### WHAT YOU WILL DO
Would you copy out each line of the records below that includes the word "phase"?

### DATA FOR ANALYSIS
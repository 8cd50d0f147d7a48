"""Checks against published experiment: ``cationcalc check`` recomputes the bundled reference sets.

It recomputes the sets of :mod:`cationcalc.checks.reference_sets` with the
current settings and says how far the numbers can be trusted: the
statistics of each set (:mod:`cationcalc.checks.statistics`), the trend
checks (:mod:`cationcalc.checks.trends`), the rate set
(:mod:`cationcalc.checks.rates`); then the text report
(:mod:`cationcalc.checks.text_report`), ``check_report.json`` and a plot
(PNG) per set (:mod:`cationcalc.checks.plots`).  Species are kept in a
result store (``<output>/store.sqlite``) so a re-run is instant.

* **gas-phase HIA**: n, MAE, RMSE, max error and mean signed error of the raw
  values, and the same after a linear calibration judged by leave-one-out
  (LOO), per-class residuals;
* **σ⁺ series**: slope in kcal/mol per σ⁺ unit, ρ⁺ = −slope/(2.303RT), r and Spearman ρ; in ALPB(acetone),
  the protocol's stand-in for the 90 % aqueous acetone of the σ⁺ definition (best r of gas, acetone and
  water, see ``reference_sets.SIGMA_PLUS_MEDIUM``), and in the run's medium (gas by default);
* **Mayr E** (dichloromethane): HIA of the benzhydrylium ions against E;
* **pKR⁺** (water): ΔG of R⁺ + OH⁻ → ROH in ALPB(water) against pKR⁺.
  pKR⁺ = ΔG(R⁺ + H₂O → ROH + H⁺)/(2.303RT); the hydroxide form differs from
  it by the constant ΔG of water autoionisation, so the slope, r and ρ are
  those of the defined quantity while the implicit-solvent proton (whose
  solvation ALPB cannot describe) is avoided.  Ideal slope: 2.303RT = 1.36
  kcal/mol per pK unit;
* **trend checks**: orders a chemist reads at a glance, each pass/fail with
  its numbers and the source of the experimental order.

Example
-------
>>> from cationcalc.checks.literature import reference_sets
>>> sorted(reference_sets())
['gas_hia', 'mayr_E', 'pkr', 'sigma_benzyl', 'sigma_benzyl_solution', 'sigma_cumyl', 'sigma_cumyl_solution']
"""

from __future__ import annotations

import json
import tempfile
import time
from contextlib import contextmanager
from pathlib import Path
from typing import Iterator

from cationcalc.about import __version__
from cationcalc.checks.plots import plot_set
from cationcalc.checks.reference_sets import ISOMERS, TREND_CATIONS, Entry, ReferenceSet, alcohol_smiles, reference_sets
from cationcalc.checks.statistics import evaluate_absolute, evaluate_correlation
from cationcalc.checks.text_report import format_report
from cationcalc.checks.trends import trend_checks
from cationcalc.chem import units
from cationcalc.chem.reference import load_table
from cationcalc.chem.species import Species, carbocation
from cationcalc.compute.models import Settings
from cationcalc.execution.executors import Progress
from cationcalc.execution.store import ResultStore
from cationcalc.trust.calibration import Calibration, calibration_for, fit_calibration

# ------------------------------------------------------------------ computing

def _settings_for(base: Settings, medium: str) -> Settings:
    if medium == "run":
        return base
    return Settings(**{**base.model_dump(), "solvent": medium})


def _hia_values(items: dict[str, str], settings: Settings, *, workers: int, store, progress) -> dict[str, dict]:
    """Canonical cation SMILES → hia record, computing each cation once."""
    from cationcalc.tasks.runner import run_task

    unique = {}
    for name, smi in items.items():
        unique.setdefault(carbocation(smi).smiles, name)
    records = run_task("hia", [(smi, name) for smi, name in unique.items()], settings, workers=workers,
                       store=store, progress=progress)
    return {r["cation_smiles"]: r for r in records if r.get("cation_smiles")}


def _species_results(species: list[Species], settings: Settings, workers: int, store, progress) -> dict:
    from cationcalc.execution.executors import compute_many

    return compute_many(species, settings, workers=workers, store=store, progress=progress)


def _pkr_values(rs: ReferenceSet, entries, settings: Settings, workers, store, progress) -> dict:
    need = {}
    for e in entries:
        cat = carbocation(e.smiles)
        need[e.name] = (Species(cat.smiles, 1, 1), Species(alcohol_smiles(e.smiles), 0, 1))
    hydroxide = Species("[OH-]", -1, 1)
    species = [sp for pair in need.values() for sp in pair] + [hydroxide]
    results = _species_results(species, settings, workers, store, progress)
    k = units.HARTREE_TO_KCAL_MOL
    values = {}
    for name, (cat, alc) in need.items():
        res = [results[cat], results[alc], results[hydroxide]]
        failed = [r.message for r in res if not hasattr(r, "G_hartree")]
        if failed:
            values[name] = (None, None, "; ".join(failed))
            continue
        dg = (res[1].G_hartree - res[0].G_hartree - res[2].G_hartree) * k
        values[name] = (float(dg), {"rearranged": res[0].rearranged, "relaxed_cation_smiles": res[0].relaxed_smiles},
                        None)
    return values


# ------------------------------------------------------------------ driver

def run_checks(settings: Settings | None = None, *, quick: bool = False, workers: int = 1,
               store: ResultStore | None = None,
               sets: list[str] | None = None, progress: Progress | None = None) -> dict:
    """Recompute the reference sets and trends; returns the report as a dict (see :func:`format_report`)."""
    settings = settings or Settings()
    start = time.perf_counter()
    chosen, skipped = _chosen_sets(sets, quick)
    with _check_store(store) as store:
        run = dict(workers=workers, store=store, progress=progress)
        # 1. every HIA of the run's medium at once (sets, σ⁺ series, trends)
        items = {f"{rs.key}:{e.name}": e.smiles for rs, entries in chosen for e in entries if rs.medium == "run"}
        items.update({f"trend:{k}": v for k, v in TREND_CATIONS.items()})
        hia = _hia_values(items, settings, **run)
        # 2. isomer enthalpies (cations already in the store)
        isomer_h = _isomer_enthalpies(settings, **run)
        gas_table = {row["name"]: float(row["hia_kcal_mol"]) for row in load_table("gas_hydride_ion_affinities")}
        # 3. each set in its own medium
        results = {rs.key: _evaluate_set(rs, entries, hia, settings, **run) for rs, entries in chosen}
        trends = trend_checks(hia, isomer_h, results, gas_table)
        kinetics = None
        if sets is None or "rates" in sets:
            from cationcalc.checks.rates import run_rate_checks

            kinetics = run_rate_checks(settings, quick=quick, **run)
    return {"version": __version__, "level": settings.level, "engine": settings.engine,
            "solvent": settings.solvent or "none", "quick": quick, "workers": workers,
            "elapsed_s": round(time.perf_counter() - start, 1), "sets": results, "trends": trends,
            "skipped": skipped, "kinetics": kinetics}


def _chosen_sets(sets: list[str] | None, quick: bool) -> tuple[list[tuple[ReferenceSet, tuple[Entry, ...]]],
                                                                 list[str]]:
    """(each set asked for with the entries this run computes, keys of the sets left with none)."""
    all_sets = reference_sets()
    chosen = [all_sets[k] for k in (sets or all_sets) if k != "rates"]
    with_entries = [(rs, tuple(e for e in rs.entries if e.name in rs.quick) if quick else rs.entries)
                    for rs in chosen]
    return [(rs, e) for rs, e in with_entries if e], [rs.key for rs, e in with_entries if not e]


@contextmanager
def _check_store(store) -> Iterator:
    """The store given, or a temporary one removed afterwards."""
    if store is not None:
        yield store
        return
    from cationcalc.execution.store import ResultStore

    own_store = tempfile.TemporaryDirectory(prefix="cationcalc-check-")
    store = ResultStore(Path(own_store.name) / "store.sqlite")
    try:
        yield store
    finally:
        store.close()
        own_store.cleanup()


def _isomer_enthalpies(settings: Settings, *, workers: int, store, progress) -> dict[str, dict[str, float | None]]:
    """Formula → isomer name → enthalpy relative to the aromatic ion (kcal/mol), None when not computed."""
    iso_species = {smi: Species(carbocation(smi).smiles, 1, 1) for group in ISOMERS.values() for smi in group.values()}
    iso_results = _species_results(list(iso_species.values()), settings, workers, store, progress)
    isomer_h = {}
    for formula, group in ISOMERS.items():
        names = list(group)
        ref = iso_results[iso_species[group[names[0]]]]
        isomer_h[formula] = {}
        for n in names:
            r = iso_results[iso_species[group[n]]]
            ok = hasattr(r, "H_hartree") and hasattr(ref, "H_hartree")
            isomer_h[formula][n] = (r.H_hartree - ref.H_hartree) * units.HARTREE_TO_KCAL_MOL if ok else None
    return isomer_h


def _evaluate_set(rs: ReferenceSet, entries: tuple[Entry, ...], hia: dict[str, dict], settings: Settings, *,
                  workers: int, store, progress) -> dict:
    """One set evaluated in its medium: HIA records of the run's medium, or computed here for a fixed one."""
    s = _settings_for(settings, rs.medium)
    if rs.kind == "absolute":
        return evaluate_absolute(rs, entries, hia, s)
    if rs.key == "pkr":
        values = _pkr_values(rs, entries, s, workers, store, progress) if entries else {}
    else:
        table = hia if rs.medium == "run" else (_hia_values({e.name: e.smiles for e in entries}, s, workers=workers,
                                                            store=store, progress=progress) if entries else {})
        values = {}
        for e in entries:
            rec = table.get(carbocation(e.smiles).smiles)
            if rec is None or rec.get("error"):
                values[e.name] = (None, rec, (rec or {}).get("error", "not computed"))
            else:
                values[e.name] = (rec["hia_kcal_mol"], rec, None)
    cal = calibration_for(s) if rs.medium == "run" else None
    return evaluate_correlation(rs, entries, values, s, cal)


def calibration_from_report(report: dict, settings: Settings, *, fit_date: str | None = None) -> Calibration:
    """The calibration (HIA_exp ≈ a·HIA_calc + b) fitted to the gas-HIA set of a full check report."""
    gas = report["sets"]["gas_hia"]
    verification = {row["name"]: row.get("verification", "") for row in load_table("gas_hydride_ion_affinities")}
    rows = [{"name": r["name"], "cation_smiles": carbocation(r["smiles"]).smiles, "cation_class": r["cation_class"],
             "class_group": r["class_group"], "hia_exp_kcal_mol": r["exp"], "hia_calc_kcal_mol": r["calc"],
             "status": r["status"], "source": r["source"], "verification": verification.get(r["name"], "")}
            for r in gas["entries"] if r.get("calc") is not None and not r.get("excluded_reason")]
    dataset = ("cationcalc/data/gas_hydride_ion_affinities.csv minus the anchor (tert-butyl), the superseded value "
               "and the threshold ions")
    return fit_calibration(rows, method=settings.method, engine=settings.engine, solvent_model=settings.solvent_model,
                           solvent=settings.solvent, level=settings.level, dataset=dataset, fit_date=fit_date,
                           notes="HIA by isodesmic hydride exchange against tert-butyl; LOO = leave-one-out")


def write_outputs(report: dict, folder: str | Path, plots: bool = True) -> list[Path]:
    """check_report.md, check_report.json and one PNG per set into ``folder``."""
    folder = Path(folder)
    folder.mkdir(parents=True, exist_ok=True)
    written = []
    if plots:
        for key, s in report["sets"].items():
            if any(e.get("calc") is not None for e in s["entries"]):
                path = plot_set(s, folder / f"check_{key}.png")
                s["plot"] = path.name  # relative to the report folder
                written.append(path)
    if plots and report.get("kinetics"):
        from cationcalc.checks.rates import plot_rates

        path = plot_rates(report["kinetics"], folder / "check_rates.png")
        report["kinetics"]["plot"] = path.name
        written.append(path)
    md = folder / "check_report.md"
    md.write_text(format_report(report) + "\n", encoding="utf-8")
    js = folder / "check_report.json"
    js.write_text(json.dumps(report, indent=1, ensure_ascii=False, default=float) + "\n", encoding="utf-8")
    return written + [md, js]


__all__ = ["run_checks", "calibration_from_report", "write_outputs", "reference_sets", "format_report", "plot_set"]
---
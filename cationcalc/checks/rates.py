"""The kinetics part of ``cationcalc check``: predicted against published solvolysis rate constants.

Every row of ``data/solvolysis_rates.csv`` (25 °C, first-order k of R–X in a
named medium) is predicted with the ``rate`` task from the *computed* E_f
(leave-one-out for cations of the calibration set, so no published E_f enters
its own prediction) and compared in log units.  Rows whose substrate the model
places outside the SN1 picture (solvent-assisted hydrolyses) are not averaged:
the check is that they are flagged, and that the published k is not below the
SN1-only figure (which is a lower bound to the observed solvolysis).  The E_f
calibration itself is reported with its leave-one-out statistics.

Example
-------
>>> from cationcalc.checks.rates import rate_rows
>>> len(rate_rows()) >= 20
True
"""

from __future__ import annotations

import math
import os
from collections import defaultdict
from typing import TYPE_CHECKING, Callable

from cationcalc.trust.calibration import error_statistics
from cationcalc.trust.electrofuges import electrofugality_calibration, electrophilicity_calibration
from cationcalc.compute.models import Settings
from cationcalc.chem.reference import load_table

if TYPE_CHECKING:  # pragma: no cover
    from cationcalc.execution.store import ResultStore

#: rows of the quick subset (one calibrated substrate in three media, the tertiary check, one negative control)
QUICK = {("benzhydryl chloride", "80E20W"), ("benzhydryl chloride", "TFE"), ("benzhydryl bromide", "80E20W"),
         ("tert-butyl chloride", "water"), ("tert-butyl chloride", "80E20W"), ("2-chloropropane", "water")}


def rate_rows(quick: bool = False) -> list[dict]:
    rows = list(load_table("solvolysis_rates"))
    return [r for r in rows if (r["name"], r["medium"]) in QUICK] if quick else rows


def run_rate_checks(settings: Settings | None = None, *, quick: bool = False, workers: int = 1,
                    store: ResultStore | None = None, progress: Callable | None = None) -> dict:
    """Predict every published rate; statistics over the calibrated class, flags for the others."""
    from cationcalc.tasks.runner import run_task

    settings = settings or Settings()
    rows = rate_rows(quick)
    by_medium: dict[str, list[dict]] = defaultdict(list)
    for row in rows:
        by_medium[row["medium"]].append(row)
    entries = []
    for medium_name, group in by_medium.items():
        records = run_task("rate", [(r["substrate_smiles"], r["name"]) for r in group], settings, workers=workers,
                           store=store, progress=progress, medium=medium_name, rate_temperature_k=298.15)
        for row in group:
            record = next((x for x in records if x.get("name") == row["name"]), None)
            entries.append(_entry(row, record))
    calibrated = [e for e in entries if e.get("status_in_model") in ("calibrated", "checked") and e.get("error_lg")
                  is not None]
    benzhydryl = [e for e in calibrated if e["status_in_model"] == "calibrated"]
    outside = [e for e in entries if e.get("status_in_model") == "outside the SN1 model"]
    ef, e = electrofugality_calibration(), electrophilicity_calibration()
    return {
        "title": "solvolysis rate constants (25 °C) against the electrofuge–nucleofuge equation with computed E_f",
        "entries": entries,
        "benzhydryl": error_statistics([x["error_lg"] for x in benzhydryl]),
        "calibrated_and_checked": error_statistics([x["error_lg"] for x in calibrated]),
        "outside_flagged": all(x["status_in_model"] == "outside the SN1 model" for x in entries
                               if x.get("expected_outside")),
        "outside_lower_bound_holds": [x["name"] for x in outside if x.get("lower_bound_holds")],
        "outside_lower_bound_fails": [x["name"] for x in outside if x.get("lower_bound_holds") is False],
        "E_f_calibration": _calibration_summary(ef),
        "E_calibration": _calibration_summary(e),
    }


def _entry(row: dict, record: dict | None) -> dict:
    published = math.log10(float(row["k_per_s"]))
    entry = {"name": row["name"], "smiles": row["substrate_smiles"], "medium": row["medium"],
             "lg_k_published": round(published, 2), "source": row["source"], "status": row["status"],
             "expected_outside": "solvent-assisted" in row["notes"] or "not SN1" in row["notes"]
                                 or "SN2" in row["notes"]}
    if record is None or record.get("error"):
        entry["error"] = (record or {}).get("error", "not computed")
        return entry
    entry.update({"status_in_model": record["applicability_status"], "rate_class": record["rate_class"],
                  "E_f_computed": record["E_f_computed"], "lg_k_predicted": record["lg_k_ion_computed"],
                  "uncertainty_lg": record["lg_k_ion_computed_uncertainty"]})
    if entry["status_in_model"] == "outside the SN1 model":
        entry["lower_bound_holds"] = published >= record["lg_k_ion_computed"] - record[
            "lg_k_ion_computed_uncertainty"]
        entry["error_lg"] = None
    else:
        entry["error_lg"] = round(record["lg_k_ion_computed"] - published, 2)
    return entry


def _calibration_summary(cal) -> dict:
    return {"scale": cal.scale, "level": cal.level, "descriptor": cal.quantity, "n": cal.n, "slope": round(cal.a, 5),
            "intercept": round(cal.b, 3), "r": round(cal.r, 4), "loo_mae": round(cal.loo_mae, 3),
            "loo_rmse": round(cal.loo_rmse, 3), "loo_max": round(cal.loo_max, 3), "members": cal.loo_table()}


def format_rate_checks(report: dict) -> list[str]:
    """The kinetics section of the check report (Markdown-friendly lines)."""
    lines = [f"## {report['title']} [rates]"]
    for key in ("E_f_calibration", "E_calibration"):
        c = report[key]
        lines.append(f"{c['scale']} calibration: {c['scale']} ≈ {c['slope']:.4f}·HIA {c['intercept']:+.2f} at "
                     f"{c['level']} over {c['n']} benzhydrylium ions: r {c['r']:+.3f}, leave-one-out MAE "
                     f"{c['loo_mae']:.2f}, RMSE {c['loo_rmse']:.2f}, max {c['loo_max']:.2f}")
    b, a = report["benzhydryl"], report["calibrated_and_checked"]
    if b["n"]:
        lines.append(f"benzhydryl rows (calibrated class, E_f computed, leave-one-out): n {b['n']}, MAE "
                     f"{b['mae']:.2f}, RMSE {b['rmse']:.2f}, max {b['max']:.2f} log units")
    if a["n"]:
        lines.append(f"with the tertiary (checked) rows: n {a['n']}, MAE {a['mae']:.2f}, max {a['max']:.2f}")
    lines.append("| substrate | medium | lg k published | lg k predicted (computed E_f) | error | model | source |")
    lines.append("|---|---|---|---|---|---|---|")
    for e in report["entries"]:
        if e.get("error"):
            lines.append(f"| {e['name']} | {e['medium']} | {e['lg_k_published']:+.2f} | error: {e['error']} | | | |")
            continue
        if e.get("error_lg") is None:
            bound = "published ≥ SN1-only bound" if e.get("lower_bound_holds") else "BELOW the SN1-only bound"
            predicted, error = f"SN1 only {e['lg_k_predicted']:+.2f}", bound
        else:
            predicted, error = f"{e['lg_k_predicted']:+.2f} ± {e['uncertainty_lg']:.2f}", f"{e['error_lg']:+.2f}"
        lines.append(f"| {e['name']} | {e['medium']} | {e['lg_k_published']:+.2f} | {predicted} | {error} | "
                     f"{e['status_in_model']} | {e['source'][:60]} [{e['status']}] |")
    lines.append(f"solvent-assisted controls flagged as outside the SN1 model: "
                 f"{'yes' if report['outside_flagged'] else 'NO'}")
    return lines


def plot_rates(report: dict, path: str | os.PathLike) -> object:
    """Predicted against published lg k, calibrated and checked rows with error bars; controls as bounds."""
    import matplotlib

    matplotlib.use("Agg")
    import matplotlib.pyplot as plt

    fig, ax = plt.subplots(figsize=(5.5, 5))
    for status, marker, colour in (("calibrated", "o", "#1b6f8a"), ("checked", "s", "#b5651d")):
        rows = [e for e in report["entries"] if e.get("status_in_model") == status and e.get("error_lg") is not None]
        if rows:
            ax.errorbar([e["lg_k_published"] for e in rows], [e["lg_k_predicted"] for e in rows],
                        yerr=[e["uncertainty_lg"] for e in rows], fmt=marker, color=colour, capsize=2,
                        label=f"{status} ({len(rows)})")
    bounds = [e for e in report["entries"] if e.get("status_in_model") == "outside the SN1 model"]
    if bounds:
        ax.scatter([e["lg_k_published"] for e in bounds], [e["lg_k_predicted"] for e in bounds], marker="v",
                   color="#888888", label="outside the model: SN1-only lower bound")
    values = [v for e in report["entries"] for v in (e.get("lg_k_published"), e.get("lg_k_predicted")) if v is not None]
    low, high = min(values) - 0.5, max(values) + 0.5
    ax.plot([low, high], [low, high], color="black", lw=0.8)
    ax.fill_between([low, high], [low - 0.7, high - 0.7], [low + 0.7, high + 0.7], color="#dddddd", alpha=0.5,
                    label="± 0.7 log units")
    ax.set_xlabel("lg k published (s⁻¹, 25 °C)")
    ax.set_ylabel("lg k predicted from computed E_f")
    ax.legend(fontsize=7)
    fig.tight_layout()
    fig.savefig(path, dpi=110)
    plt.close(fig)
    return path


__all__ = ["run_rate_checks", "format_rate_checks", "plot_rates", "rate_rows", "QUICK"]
--
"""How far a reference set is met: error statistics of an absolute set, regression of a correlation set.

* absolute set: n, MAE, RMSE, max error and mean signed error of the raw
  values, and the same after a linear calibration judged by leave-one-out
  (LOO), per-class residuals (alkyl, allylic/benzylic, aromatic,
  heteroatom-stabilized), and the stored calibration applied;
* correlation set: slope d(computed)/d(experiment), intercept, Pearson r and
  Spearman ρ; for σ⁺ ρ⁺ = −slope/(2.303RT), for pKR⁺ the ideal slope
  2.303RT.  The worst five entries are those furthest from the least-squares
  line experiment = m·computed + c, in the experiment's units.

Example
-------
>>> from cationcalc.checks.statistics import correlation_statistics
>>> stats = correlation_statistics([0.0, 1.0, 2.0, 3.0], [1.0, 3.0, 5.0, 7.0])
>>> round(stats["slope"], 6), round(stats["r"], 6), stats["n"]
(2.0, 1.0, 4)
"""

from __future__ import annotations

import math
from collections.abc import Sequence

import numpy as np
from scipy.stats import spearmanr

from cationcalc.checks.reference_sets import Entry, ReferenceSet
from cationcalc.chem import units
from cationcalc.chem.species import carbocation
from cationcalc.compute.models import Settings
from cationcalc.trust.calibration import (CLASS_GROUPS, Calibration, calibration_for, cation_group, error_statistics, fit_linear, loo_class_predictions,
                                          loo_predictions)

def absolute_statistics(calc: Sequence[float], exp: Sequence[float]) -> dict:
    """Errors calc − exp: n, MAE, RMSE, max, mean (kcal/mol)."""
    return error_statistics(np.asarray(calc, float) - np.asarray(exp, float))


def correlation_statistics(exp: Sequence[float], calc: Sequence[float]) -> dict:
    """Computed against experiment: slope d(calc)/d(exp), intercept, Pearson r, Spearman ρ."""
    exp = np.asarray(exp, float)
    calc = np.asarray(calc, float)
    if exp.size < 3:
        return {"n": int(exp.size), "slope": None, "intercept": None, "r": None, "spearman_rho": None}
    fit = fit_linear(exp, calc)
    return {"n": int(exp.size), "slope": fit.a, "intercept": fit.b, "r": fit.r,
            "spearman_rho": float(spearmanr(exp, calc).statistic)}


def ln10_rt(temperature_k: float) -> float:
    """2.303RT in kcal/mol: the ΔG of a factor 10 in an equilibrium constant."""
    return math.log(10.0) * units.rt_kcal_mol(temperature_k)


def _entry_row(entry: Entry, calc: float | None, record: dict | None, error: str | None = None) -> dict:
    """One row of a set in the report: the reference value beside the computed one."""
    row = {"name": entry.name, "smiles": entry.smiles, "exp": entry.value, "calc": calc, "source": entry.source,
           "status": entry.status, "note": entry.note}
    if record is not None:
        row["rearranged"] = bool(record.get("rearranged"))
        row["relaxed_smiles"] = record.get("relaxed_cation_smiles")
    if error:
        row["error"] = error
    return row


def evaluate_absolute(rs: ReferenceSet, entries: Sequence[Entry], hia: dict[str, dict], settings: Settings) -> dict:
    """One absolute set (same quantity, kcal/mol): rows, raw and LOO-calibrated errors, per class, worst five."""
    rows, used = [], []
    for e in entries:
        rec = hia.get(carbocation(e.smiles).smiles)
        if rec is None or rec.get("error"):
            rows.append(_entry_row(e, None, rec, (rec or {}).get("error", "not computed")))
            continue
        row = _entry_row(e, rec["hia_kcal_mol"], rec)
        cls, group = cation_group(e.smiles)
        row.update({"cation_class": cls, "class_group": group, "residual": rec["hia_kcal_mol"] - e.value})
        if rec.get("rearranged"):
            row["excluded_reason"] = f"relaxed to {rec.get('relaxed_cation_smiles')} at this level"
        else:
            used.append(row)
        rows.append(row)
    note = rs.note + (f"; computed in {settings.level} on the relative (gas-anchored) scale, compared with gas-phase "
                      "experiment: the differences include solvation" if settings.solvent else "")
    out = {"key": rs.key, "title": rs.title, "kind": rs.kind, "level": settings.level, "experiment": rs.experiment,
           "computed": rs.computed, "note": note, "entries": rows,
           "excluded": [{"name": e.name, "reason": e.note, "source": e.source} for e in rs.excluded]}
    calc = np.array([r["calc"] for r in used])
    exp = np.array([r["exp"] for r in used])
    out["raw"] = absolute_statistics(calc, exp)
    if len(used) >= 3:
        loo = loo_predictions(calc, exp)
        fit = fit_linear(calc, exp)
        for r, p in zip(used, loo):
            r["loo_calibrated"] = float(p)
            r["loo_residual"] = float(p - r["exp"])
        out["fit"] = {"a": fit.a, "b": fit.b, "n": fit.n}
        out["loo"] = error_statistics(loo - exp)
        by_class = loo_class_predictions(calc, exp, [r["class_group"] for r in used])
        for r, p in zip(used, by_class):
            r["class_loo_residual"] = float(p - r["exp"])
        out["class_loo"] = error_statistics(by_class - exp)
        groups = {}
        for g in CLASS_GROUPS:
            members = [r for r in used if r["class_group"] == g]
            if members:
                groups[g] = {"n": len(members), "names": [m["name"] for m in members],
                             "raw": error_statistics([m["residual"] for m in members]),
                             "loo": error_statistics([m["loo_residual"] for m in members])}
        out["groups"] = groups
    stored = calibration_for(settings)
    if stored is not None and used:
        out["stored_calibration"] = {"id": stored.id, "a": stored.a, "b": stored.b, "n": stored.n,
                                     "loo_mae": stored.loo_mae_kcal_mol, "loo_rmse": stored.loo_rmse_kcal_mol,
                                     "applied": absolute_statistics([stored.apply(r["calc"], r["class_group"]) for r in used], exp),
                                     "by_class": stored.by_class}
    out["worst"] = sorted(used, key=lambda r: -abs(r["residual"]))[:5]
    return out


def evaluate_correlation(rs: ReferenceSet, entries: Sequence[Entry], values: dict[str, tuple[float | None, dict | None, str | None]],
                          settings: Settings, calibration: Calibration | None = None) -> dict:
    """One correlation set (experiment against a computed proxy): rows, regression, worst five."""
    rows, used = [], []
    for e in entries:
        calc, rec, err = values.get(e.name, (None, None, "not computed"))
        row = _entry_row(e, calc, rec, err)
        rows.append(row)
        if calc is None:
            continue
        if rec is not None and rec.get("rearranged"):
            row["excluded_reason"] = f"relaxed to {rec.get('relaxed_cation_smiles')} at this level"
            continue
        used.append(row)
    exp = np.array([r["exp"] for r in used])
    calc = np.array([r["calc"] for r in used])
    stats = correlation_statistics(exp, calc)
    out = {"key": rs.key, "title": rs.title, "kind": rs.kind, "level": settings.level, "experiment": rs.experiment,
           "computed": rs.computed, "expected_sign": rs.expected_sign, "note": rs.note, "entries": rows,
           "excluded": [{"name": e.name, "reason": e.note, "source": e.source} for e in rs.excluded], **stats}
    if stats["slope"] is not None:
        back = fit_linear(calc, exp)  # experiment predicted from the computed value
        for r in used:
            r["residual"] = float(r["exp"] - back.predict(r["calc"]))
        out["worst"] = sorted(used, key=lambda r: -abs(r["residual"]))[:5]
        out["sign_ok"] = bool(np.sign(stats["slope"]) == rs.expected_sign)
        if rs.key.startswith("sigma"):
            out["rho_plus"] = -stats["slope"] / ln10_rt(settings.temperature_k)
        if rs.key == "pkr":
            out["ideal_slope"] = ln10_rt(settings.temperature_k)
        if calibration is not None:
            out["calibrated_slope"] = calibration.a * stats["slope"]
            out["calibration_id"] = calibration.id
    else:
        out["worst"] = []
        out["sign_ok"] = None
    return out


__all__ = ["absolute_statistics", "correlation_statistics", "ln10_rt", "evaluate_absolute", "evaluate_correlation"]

### EXERCISE RESULT
* **gas-phase HIA**: n, MAE, RMSE, max error and mean signed error of the raw
    note = rs.note + (f"; computed in {settings.level} on the relative (gas-anchored) scale, compared with gas-phase "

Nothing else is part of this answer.